Designing Two-Dimensional Dirac Heterointerfaces of Few-Layer Graphene and Tetradymite-Type Sb2Te3 for Thermoelectric Applications

Despite the ubiquitous nature of the Peltier effect in low-dimensional thermoelectric devices, the influence of finite temperature on the electronic structure and transport in the Dirac heterointerfaces of the few-layer graphene and layered tetradymite, Sb2Te3 (which coincidently have excellent thermoelectric properties) are not well understood. In this work, using the first-principles density-functional theory calculations, we investigate the detailed atomic and electronic structure of these Dirac heterointerfaces of graphene and Sb2Te3 and further re-examine the effect of finite temperature on the electronic band structures using a phenomenological temperature-broadening model based on Fermi Dirac statistics.

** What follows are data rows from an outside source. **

"""The cache store: the one place for what sizer keeps between runs, how it is written and how it is
trusted again.

Folder: $SIZER_CACHE_DIR, else the user's cache folder (platformdirs.user_cache_dir("sizer")), with
one sub-folder per kind of kept result:

    catalogues/        parsed catalogue files (sizer.sections.catalogue_cache)
    sections/          a section's warping tier and unit stress fields (sizer.sections.cache)
    section-tables/    the scalars of a list of sections in one array (sizer.sections.cache)
    runs/              results of schedule rows and span-table cells (sizer.parallel)
    unit-factors       the SI factors of the unit texts met so far (sizer.units)
    catalogue-copies/  exact copies of catalogue files shipped inside jobs (compared with the text
                       they copy whenever used: not sealed)
    secret.key         the cache's own secret (below)

Sealed files. Every kept result is written whole or not at all (sizer.files.write_atomic: a
temporary file, then an atomic rename) as one line holding its seal, then its body. The seal is an
HMAC-SHA256, under the cache's secret, of the code fingerprint, the file's name within the cache
folder and the body. `read_sealed` gives the body only when the seal matches, so a file written by
other code (another fingerprint), copied to another name, damaged, or changed by anyone who cannot
read the secret reads as absent: its caller computes the result again and rewrites the file. Files
of earlier layouts (a digest of the content alone, or a hand-numbered schema) fail the seal the same
way and are rebuilt; none is ever read as a result.

The secret (`secret.key`, 32 random bytes, owner-only) is made on first use; one that is not a plain
file of the right size owned by this user with owner-only permissions is not trusted: it is replaced
(every file sealed with the old one is then rebuilt once). Where the cache folder cannot be written,
the secret lives in this process alone (nothing can be kept then anyway).

Code fingerprint (`code_fingerprint`): the sha256 of
  - the source text of every module of the sizer package (each .py file under it, with its path in
    the package; the .pyc files of a build that ships none): all of them, not a list, since every kept result comes from most of the package
    (a schedule row is the whole pipeline's output, down to its HTML record) and a hand-kept list of
    modules would go stale unseen;
  - the Python version;
  - the installed versions of the libraries whose numbers are kept: sectionproperties (the
    formulation of the warping tier), cytriangle (its mesh), numpy and scipy (the solves) and pint
    (the unit factors).
So any edit of sizer's code, or an upgrade of one of those libraries, invalidates every kept file by
itself: no version number is bumped by hand. It is worked out once per process (a few
milliseconds: the package's source is read once).
"""

from __future__ import annotations

import hashlib
import hmac
import json
import os
import stat
import sys
from dataclasses import fields, is_dataclass
from functools import lru_cache
from pathlib import Path
from typing import Any, Sequence

from sizer.errors import InputError
from sizer.files import write_atomic

SECRET_NAME = "secret.key"
SECRET_BYTES = 32
CACHED_LIBRARIES = ("sectionproperties", "cytriangle", "numpy", "scipy", "pint")


# ----------------------------------------------------------------------------------------------
# the folder

def cache_root() -> Path:
    """The folder for sizer's caches: $SIZER_CACHE_DIR, else the user's cache folder (platformdirs)."""
    return Path(_cache_root(os.environ.get("SIZER_CACHE_DIR", "")))


@lru_cache(maxsize=8)
def _cache_root(override: str) -> str:
    if override:
        return override
    import platformdirs

    return platformdirs.user_cache_dir("sizer")


def cache_error(error: OSError) -> InputError:
    """The one line for a cache folder sizer cannot write, naming SIZER_CACHE_DIR and the fix."""
    where = error.filename or str(cache_root())
    return InputError("", "SIZER_CACHE_DIR", f"cannot write sizer's cache folder {str(cache_root())!r} "
                      f"({error.strerror or error} at {str(where)!r})",
                      "set the environment variable SIZER_CACHE_DIR to a folder you can write, e.g. SIZER_CACHE_DIR=/tmp/sizer-cache")


def require_writable_cache() -> Path:
    """The cache folder, made if missing, once a file can be written there; else cache_error. For the
    commands that keep results and catalogue copies there (schedules, span tables)."""
    import tempfile

    root = cache_root()
    try:
        root.mkdir(parents=True, exist_ok=True)
        with tempfile.TemporaryFile(dir=root):
            pass
    except OSError as error:
        raise cache_error(error) from None
    return root


# ----------------------------------------------------------------------------------------------
# sealed files

def read_sealed(path: str | Path) -> bytes | None:
    """The body of the sealed file at `path` (in the cache folder), or None when it is missing,
    unreadable, or its seal does not match (other code, another name, damage, tampering)."""
    try:
        with open(path, "rb") as stream:
            seal, newline, body = stream.read().partition(b"\n")
    except OSError:
        return None
    if not newline or not hmac.compare_digest(_seal(path, body), seal):
        return None
    return body


def write_sealed(path: str | Path, body: bytes) -> None:
    """Keep `body` at `path` (in the cache folder) under its seal, atomically; OSError when the folder
    cannot be written. No fsync: a sealed file is checked when read, so a power cut may lose it but no
    reader ever takes half of it."""
    write_atomic(path, _seal(path, body) + b"\n" + body, durable=False)


def _seal(path: str | Path, body: bytes) -> bytes:
    """HMAC-SHA256 (hex, ASCII) of the code fingerprint, the file's name in the cache folder and `body`."""
    name = os.path.relpath(path, cache_root()).replace(os.sep, "/")
    mac = hmac.new(cache_secret(), f"{code_fingerprint()}\0{name}\0".encode(), hashlib.sha256)
    mac.update(body)
    return mac.hexdigest().encode("ascii")


# ----------------------------------------------------------------------------------------------
# the code fingerprint

@lru_cache(maxsize=1)
def code_fingerprint() -> str:
    """The fingerprint of the code whose results are kept (see the module docstring)."""
    package = Path(__file__).resolve().parent
    return content_hash(source_fingerprint(package), sys.version, installed_versions(CACHED_LIBRARIES, sys.path))


def source_fingerprint(package: Path) -> str:
    """sha256 of every module file under `package`: its path relative to `package` and its bytes, files
    in sorted order (a module added, removed, moved or edited changes it). The .py sources; the
    compiled .pyc files where a build ships no source."""
    digest = hashlib.sha256()
    for source in _module_files(package, ".py") or _module_files(package, ".pyc"):
        with open(source, "rb") as stream:
            text = stream.read()
        digest.update(f"{os.path.relpath(source, package)}\0{len(text)}\0".encode())
        digest.update(text)
    return digest.hexdigest()


def _module_files(package: Path, suffix: str) -> list[str]:
    """The files ending in `suffix` under `package`, in sorted order (__pycache__ only for .pyc)."""
    found: list[str] = []
    for folder, subfolders, names in os.walk(package):
        subfolders[:] = sorted(name for name in subfolders if suffix == ".pyc" or name != "__pycache__")
        found.extend(os.path.join(folder, name) for name in sorted(names) if name.endswith(suffix))
    return found


def installed_versions(distributions: Sequence[str], folders: Sequence[str]) -> dict[str, str]:
    """Each distribution's installed version ("absent" when not installed): read from the name of its
    `<name>-<version>.dist-info` folder in the first of `folders` that holds metadata of it (no import,
    one listing per folder), else from importlib.metadata (about 10 ms to import)."""
    found: dict[str, str | None] = {}
    for folder in folders:
        if len(found) == len(distributions):
            break
        try:
            entries = os.listdir(folder or ".")
        except OSError:
            continue
        for distribution in distributions:
            if distribution not in found:
                candidates = _metadata_entries(distribution, entries)
                if candidates:
                    found[distribution] = _dist_info_version(distribution, candidates)
    return {distribution: found.get(distribution) or _metadata_version(distribution) for distribution in distributions}


def _metadata_entries(distribution: str, entries: Sequence[str]) -> list[str]:
    name = distribution.replace("-", "_").lower()
    return [entry for entry in entries if entry.lower().startswith((f"{name}-", f"{name}."))
            and entry.endswith((".dist-info", ".egg-info", ".egg"))]


def _dist_info_version(distribution: str, candidates: list[str]) -> str | None:
    """The version in the name of the one .dist-info folder among `candidates`; None when that does not
    settle it (several, or another kind of metadata: importlib.metadata decides then)."""
    if len(candidates) != 1 or not candidates[0].endswith(".dist-info"):
        return None
    version = candidates[0][len(distribution) + 1:-len(".dist-info")]
    return version if version and "-" not in version else None


def _metadata_version(distribution: str) -> str:
    from importlib.metadata import PackageNotFoundError, version

    try:
        return version(distribution)
    except PackageNotFoundError:
        return "absent"


# ----------------------------------------------------------------------------------------------
# content hashes

def content_hash(*parts: Any) -> str:
    """sha256 of the parts' canonical JSON: sorted keys, dataclasses as their fields, sets sorted, so the
    same content gives the same key in every process (set order varies with string hashing)."""
    text = json.dumps(parts, sort_keys=True, default=_canonical, ensure_ascii=False)
    return hashlib.sha256(text.encode("utf-8")).hexdigest()


def _canonical(value: Any) -> Any:
    """A JSON-ready stand-in for what json cannot write itself."""
    if is_dataclass(value) and not isinstance(value, type):
        return {"__type__": type(value).__name__, **{item.name: getattr(value, item.name) for item in fields(value)}}
    if isinstance(value, (set, frozenset)):
        return sorted(value, key=lambda item: json.dumps(item, sort_keys=True, default=_canonical))
    if isinstance(value, Path):
        return str(value)
    raise TypeError(f"no canonical form for {type(value).__name__}")


# ----------------------------------------------------------------------------------------------
# the secret

def cache_secret() -> bytes:
    """The secret of the current cache folder ($SIZER_CACHE_DIR or the user's cache folder)."""
    return _secret_of(str(cache_root()))


@lru_cache(maxsize=8)
def _secret_of(root: str) -> bytes:
    path = Path(root) / SECRET_NAME
    found = _trusted_secret(path)
    if found is not None:
        return found
    import secrets  # only when a secret is made (random and base64 with it, 1.4 ms)

    made = secrets.token_bytes(SECRET_BYTES)
    try:
        _store_secret(path, made)
    except OSError:
        return made  # an unwritable cache: this process's secret alone
    return _trusted_secret(path) or made


def _trusted_secret(path: Path) -> bytes | None:
    """The secret in `path` if it is a plain file of SECRET_BYTES bytes, owned by this user and
    readable or writable by no one else; else None."""
    try:
        descriptor = os.open(path, os.O_RDONLY | getattr(os, "O_NOFOLLOW", 0))
    except OSError:
        return None
    try:
        status = os.fstat(descriptor)
        if not stat.S_ISREG(status.st_mode) or status.st_mode & 0o077 or status.st_size != SECRET_BYTES:
            return None
        if hasattr(os, "getuid") and status.st_uid != os.getuid():
            return None
        data = os.read(descriptor, SECRET_BYTES + 1)
        return data if len(data) == SECRET_BYTES else None
    finally:
        os.close(descriptor)


def _store_secret(path: Path, secret: bytes) -> None:
    """Write the secret owner-only, whole: a temporary file (mode 0600) moved into place. A secret
    another process stored meanwhile is kept when it is trusted (both then read the same one)."""
    import secrets

    path.parent.mkdir(parents=True, exist_ok=True)
    temporary = path.with_name(f".{SECRET_NAME}.{os.getpid()}.{secrets.token_hex(4)}")
    descriptor = os.open(temporary, os.O_WRONLY | os.O_CREAT | os.O_EXCL, 0o600)
    try:
        with os.fdopen(descriptor, "wb") as stream:
            stream.write(secret)
        try:
            os.link(temporary, path)  # fails where a secret is already in place
        except OSError:  # one is in place (or no hard links here): keep it only if trusted
            if _trusted_secret(path) is None:
                os.replace(temporary, path)
    finally:
        temporary.unlink(missing_ok=True)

We then proceed to understand the underlying charge redistribution process in this Dirac heterointerfaces and through solving the Boltzmann transport equation, we present the theoretical evidence of electron hole asymmetry in its electrical conductivity as a consequence of this charge redistribution mechanism. We finally propose that the hexagonal-stacked Dirac heterointerfaces are useful as efficient p-n junction building blocks in the next-generation thermoelectric devices where the electron hole asymmetry promotes the thermoelectric transport by hot excited charge carriers.